Beide Seiten profitierten
«Wenn wir die Zivi-Stellen nicht besetzen können, fehlen Ressourcen im Team», sagt Marianne Eggenberger, Geschäftsführerin der im Bereich Arbeitsintegration tätigen Stiftung Öko-Job, auf Anfrage. «Grundsätzlich wäre unser Bedarf grösser als die Meldungen, die eingehen. Wir rechnen mit ihnen.» Eggenberger betont aber auch: «Wir sind nicht strukturell von den Zivis abhängig.» Auf rund 30 Mitarbeitende kommen zwei bis drei Zivis.

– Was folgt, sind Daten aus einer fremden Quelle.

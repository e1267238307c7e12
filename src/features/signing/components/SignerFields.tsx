import type { FieldErrors, UseFormRegister } from 'react-hook-form';
import { meaningsFor, type SignatureRole } from '../../../../shared/schemas/signing';
import { SelectField, TextField } from '../../../components/FormField';

interface SignerValues {
  email: string;
  password: string;
  meaning: string;
}

/**
 * The two signature components and the meaning (21 CFR 11.200(a)(1) and 11.50(a)(3)): asked for
 * at every signing, so a signature is always a deliberate act by the signed-in person.
 */
export function SignerFields<T extends SignerValues>({ role, register, errors }: {
  role: SignatureRole;
  register: UseFormRegister<T>;
  errors: FieldErrors<SignerValues>;
}) {
  const reg = register as unknown as UseFormRegister<SignerValues>;
  return (
    <>
      <SelectField
        label="Meaning of your signature"
        options={meaningsFor(role).map((m) => ({ value: m.code, label: m.label }))}
        error={errors.meaning?.message}
        {...reg('meaning')}
      />
      <TextField label="Your e-mail" type="email" autoComplete="username" hint="The address you sign in with" error={errors.email?.message} {...reg('email')} />
      <TextField label="Your password" type="password" autoComplete="current-password" error={errors.password?.message} {...reg('password')} />
    </>
  );
}
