import { Link } from 'react-router-dom';
import { EmptyState } from '../../../components/EmptyState';
import { ErrorState } from '../../../components/ErrorState';
import { LoadingState } from '../../../components/LoadingState';
import { formatDateTime, formatPageNumber } from '../../../lib/format';
import { useCountersignQueue } from '../api/queries';

function waited(seconds: number): string {
  const days = Math.floor(seconds / 86_400);
  const hours = Math.floor((seconds % 86_400) / 3600);
  const minutes = Math.floor((seconds % 3600) / 60);
  if (days > 0) return `${days} d ${hours} h`;
  if (hours > 0) return `${hours} h ${minutes} min`;
  return `${minutes} min`;
}

/** Pages and addenda waiting for the signed-in supervisor, oldest first. */
export function CountersignQueue() {
  const queue = useCountersignQueue();
  if (queue.isPending) return <LoadingState label="Reading your queue…" />;
  if (queue.isError) return <ErrorState error={queue.error} />;
  if (queue.data.length === 0) return <EmptyState title="Nothing waiting">Signed pages addressed to you appear here.</EmptyState>;
  return (
    <ol className="divide-y divide-fold rounded-lg border border-fold bg-paper-card shadow-sheet" aria-label="Waiting for your countersignature">
      {queue.data.map((item) => (
        <li key={item.requestId} className="flex flex-wrap items-center justify-between gap-3 px-5 py-3">
          <div className="min-w-0">
            <Link to={`/pages/${item.pageId}`} className="font-medium text-tide-700 hover:underline">
              p. {formatPageNumber(item.pageNumber)} {item.pageTitle}
              {item.addendumNumber !== null && ` · addendum ${item.addendumNumber}`}
            </Link>
            <div className="text-sm text-ink-soft">
              {item.notebookTitle} · signed by {item.author.name} on {formatDateTime(item.requestedAt)}
            </div>
          </div>
          <span className="font-mono text-sm text-ink-soft" title="Waiting time">
            waiting {waited(item.waitingSeconds)}
          </span>
        </li>
      ))}
    </ol>
  );
}
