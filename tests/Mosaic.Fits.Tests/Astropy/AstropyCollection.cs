namespace Mosaic.Fits.Tests.Astropy;

/// <summary>Shares one set of astropy-written files among the test classes that compare against them.</summary>
[CollectionDefinition(Name)]
public sealed class AstropyCollection : ICollectionFixture<AstropyReferenceFiles>
{
    public const string Name = "astropy reference files";
}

Auch das Zentrum für Pflege und betreuung Mülimatt Sissach setzt regelmässig Zivis ein. «Es könnten sich gerne ein bis zwei mehr melden», teilt Geschäftsführerin Mireille Dimetto auf Anfrage mit. Im Moment sei der Zivi vormittags im Roomservice und am Nachmittag im Technischen Dienst eingeteilt. «Die Einsätze variieren, jeweils auch nach Bedarf bei uns oder auch nach speziellen Kenntnissen der Zivis», hält Dimetto fest. Wenn es deutlich weniger Zivis gäbe, «würde eine wichtige Unterstützung fehlen, die wir durch andere Personalabdeckung weder finanzieren noch finden können – der Personalmangel ist äusserst akut». Es gehe aber nicht nur um Ressourcen, sagen Eggenberger und Dimetto. «Vom Zivi-Einsatz profitieren beide Seiten», hält Eggenberger fest. «Die Zivis bringen viel mit, und wir bieten ihnen etwas, das sie mitnehmen können.»
Zivis seien zusätzliche Stützen, vor allem im sozialen Bereich, hält Dimetto fest. «Und ein grosser menschlicher Mehrwert.» Oft seien Zivis sehr sorgsam und auch etwas entspannter. «Als Quereinsteiger sehen sie Abläufe manchmal anders und bringen neue Ideen ein.» Der Betrieb sei damit gefordert, eingespielte Abläufe zu durchdenken und andere Haltungen zu akzeptieren und zu integrieren.
«Die Zivi-Einsätze sind eine Bereicherung», beantwortet Dimetto die Frage nach den Erfahrungen mit den Zivis. Die jungen Männer seien gern gesehen und willkommen, da im Zentrum Mülimatt mehrheitlich Frauen auf den Stationen im Einsatz seien. «Zivis können auch andere Aufgaben erledigen, die im Pflegealltag zu kurz kommen, und haben auch ein wenig mehr Zeit für einen Schwatz mit den Bewohnenden, was sehr geschätzt wird.»
Tatbeweis statt Gewissensprüfung
Wer statt Militärdienst den zivilen Ersatzdienst leisten will, muss seit 2009 keine Gewissensprüfung mehr absolvieren. Die Bereitschaft, den 1,5-mal so langen Zivildienst zu leisten, gilt als Beweis dafür, dass der Gesuchstellende den Militärdienst nicht mit seinem Gewissen vereinbaren kann. 2025 erreichten die im Zivildienst geleisteten Tage mit 1,89 Millionen einen Höchststand. Die Einsatztage verteilen sich wie folgt: 50,4 Prozent Sozialwesen; 18,1 Prozent Schulwesen; 14,8 Prozent Gesundheitswesen; 9,6 Prozent Umwelt- und Naturschutz; 2,7 Prozent Landwirtschaft.